*DIRECTIONS*. Your reply must be the number of lines in the entries that hold the word "bool", and nothing else.

*Stored items*.
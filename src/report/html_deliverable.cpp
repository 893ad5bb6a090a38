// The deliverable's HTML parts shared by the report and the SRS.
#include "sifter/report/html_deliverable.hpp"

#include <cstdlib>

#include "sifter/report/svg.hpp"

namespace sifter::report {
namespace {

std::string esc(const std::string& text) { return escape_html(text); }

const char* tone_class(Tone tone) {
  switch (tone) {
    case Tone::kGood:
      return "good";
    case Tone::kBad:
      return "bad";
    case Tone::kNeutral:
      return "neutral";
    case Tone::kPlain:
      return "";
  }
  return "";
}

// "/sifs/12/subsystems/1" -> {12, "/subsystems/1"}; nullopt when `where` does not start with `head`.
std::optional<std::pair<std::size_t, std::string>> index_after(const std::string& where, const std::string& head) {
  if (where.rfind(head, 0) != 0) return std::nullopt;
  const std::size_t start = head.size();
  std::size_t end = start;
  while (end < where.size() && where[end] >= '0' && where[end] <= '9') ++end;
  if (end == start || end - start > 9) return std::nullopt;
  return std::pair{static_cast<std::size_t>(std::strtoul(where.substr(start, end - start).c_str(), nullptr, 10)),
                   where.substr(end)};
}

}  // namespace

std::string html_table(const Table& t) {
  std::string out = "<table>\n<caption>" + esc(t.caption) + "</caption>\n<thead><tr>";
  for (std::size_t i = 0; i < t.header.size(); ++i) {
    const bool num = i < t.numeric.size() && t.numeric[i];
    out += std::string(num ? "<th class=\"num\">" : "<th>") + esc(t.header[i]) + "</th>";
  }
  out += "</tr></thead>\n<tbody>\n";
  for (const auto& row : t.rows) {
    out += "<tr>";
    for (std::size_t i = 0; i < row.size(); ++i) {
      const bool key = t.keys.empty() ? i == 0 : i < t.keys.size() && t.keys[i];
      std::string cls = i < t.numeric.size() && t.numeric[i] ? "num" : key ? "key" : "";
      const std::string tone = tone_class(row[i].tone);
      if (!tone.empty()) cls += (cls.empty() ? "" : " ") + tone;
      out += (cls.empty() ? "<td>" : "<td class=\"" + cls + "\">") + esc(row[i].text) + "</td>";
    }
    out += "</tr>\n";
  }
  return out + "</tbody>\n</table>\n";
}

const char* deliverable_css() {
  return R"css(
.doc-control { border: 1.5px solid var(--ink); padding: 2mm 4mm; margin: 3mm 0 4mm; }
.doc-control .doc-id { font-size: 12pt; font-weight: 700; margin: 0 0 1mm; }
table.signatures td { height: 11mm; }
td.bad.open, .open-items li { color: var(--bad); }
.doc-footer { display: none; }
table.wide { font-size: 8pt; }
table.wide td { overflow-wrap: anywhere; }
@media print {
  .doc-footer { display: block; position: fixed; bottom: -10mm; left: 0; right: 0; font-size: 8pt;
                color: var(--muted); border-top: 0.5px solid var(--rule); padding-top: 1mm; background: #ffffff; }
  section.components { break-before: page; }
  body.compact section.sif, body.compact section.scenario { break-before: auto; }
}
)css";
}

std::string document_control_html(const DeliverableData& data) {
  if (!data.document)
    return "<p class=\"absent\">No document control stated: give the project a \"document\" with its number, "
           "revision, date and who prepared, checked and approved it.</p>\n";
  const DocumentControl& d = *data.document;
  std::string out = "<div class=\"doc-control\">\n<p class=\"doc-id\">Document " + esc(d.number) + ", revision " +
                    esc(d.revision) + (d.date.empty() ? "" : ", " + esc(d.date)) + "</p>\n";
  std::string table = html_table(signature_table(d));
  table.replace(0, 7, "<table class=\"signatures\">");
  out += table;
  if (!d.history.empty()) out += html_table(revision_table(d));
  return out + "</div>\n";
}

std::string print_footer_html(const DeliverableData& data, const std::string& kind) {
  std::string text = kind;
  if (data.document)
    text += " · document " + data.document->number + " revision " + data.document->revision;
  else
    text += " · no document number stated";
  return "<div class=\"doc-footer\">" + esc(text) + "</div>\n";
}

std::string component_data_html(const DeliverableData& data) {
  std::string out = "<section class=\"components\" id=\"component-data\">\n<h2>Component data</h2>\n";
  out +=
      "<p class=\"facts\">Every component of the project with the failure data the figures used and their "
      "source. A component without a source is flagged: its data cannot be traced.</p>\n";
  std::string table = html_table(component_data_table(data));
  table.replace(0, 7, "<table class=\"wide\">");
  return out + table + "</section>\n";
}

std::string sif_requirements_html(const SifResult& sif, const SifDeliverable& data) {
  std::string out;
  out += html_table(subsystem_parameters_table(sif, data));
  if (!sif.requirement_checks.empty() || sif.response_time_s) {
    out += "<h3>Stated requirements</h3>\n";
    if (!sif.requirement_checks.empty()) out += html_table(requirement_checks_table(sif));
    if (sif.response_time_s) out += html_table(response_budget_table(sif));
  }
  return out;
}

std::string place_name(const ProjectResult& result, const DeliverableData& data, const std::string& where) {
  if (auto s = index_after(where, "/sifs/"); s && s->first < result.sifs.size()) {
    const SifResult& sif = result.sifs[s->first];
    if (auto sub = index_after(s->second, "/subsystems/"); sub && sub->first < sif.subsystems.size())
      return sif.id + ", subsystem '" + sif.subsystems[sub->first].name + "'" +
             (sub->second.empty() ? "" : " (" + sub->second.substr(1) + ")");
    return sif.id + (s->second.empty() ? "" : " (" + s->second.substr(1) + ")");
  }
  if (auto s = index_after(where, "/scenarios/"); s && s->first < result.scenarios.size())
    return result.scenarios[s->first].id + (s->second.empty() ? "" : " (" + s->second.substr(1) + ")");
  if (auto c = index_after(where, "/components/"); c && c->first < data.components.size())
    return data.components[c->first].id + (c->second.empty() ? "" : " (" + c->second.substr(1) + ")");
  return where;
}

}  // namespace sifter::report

*RESPONSE TO THIS TASK*. 2